Eating processed meats can also increase your risk of other potentially life threatening diseases such as coronary heart disease, stroke and type II diabetes compared to other protein sources such as poultry, legumes and fish.
Consciously Selecting & Preparing Processed Meats
1. Whenever possible, I find it’s best to purchase processed and cured meats from local farmers, i.e. cured meats that aren’t mass produced.
2. Look for meats that have been cured using traditional methods. For ex: prosciutto that has been cured using only salt.
3. If you’re going to cook processed meats, such as bacon or sausage, make sure to cook at lower temperatures, i.e. you want your bacon to be less crispy and not burnt.
4. If you’re truly concerned, best to eat processed meats very sparingly and/or skip altogether. Note: The World Health Organization declared in 2015 that processed meats should be avoided entirely.
5. Opt for fresh (unprocessed) meat, such as poultry and fish, whenever possible.
What about uncured and nitrite-free labeled meats?
It’s important to note that “nitrate-free” and “uncured meat” isn’t always better. As Charlotte Vallaeys, senior food and nutrition policy analyst at Consumer report shares: “No nitrites’ doesn’t mean no nitrites…instead, it means that the nitrates and nitrites used to “cure”—or preserve and flavor—meat come from celery or other natural sources, not synthetic ones.” In fact, their chemical compositions are pretty much the same and have similar health effects. Note: Research is currently ongoing around the health impacts “natural” preservatives, such as celery powder, have on consumers.
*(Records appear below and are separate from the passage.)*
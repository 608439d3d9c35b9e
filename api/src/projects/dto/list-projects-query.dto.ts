import { ApiPropertyOptional } from '@nestjs/swagger';
import { IsIn, IsOptional, IsUUID } from 'class-validator';
import { PageQueryDto } from '../../common/pagination/page-query.dto';
import { PROJECT_STATUSES, ProjectStatus } from '../project.entity';

export const PROJECT_SORT_FIELDS = ['title', 'status', 'createdAt', 'updatedAt'] as const;
export type ProjectSortField = (typeof PROJECT_SORT_FIELDS)[number];

export class ListProjectsQueryDto extends PageQueryDto {
  @ApiPropertyOptional({ enum: PROJECT_SORT_FIELDS, default: 'updatedAt' })
  @IsOptional()
  @IsIn(PROJECT_SORT_FIELDS, { message: `sort must be one of: ${PROJECT_SORT_FIELDS.join(', ')}` })
  sort?: ProjectSortField;

  @ApiPropertyOptional({ enum: PROJECT_STATUSES })
  @IsOptional()
  @IsIn(PROJECT_STATUSES, { message: `status must be one of: ${PROJECT_STATUSES.join(', ')}` })
  status?: ProjectStatus;

  @ApiPropertyOptional({ format: 'uuid' })
  @IsOptional()
  @IsUUID('all', { message: 'customerId must be a UUID' })
  customerId?: string;
}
Should I never eat processed meat again?
I think it’s important to note here that “studies on processed meat consumption in humans are all observational in nature. They show that people who eat processed meat are more likely to get these diseases, but they can not prove that the processed meat caused them.” Or as one study put it, “colon cancer is altered depending on dietary pattern rather than simply the consumption of a particular food.”
As with most ongoing research, nothing is black or white and many factors (dietary patterns, genetics, sex, geographic location, etc.) need to be factored in before making a conclusive blanket statement.
However, as shares Frank B. Hu, MD, PhD, Professor and Chair, Department of Nutrition, Harvard T.H. Chan School of Public Health, “the current evidence suggests the higher intake of processed meat, the higher the risk of chronic diseases and mortality.”
The good news? It seems as though eating small amounts of processed meats every so often, once or twice a month, is unlikely to have an appreciable health impact.
My goal in sharing all this isn’t to convince you to never eat processed meats again. Whether you decide to avoid processed meats altogether or simply limit your intake, is a personal decision. Personally, my husband and I have decided (made the choice) to remove processed meats from our diet as much as possible. We will of course be flexible and make exceptions (we aren’t “scared” that a hot dog or slice of ham every so often will harm us in the long run) but processed meats (deli, ham, sausage, etc.) will no longer be part of our staple diet.